他在那兒坐了很久,眼淚無聲地順著臉頰落了下來也沒有察覺。
回程的路上瑾一直看著窗外的景色,依舊是一動不動,卻沒有了先前的僵硬。韓風伸手摟住了瑾的頸脖,將他拉入自己懷中,吸允著少年頭髮的乾淨香氣。
瑾垂眸,沒有掙扎。
“你以後喜歡還可以再來。”
他將自己的鼻息噴灑在少年修長的後頸上。
“如果你想要的話,我可以帶你去任何你想去的地方。”
瑾順從地靠在他懷中,沒有說話。
沈默了許久,他突然開口道,“我想見他。”
他的語氣很小心。
“……可以嗎?”
男人看著他,鷹一樣眼中看不出任何表情。
瑾從來沒有進入過韓家大宅之下的地下室,他甚至不知道這裡的存在。地窖陰冷的空氣讓他在走下樓梯的第一步就感到顫慄,四周瀰漫著一種陳舊腐蝕的味道,鞋碰觸石板臺階的聲音在靜寂的空間中重複迴盪著,彷彿某個角落的後面在躲藏著某個危險人物。鞋子在階梯上發出了輕響的回聲,在無限延長黑暗的地窖走廊中沈沈地徘徊著。
兩旁鎖著鐵鏈的鐵柵欄門之後放置著許多外表可疑的木箱和木桶,葡萄酒特有的醇樸的香氣與藥物的異味在空氣中交雜。待瑾走入地道的更深處時,他發現兩旁鐵門之後還監禁著形形色色的人,大多都滿臉血跡,像是一個巨大的監獄一般。
葉梓藤的單間並不是很深。一旁看管地窖的下人掏出鑰匙插入鐵門的鑰匙孔中,為他開啟。
“十分鍾。”
韓風低沈道,轉身離開。
“……謝謝。”
瑾的聲音很平淡,男人連頭都沒有回。
林瑾之進入房間的時候葉梓藤已經張開了眼。他恍惚間聽到戀人的聲音時還以為自己臨死快產生幻覺了,睜眼後的那一瞬間發現林瑾之已經站到了自己面前。
“你瘦了,”葉梓藤靠牆半坐在冰冷的石板上,抬頭看著瑾。他已經沒有站起來擁抱自己戀人的力氣了。

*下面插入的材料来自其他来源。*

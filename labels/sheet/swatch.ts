import type { Box, Hatch } from "../press/hatch";
import { drawPicture } from "../press/picture";
import type { Press } from "../press/press";

/** A scrap of the fabric beside its name: its ground and the hatch that stands for it without colour. */
export function drawSwatch(press: Press, fabric: { readonly colour: string; readonly hatch: Hatch }, box: Box): void {
  const picture = {
    width: box.width,
    height: box.height,
    polygons: [{ points: [[0, 0], [box.width, 0], [box.width, box.height], [0, box.height]] as const, colour: fabric.colour, hatch: fabric.hatch }],
  };
  drawPicture(press, picture, box, { as: "colour", lineWidth: 0, hatchStep: 4, hatchWidth: 0.5, frameWidth: 0.9 });
}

瑾一字未言,只是無聲地跪了下來抱住了地上的葉梓藤,頭倚在葉梓藤的肩上。
葉梓藤摸著戀人的後腦,兩人依偎在一起,很久沒有說話。
知道葉梓藤感覺到了肩際傳來的溼意後他才開口打破了這場沈默。
“哭什麼,見到我難道不開心嗎?”他沙啞地笑著用一隻手撫摸著林瑾之的背脊,不著痕跡地將受傷的右手藏在了自己身後,“我還沒死呢,你這一副哭喪的臉是什麼意思?”
瑾抬頭看著葉梓騰沾滿了血跡的鼻樑和仍然青紫的眼窩,兩頰早已淚流滿面:“你以為我看不出來嗎?這種痕跡……”他的兩眼早已紅腫,卻沒有放聲哭出來,只是無聲地任由眼淚滾落自己的臉頰。
葉梓藤看著林瑾之那般故作堅強的臉孔輕嘆了一聲,用手將瑾擁入了自己懷中,像是撫慰幼獸一般拍著瑾的背脊,語氣中帶著一份釋然,“……沒事的,都過去了。”
“……你以前總是是說自己髒,你看,現在我們是一樣的了。”
地窖另一頭的某個角落,韓風沈默佇立在地窖監控室中。他看著錄影中的瑾在葉梓藤的懷中停滯了動作,然後,像個孩子一樣蜷在他懷裡,撕心裂肺地大哭。
韓風看著影片中的人影,彷彿聽到腦海中某根繩索崩裂的聲音。
或許,那個人的確有自己不可能有的東西。
但那又如何?抓在手心裡的東西,他是不會再放開了。
離開地下室的路上,瑾一直沒有說話,他知道即使自己開口出口也只是斷斷續續的抽噎聲。
“放了他吧,”瑾回到了男人臥室後對男人說,臉上的淚痕依稀還未乾涸,“你以後讓我做什麼我都會去做。”
“……我再也不會逃跑了,什麼都可以聽你的。”
“……求求你,放了他把。”
瑾說這句話的時候語氣很平靜,彷彿在敘述一件與自己完全無關的事,眼中一片暗淡。
男人看著瑾的面孔,彷彿依舊能聽到剛才他那種撕心裂肺的傷心哭聲。記憶中瑾從來沒有在自己面前那樣哭泣過。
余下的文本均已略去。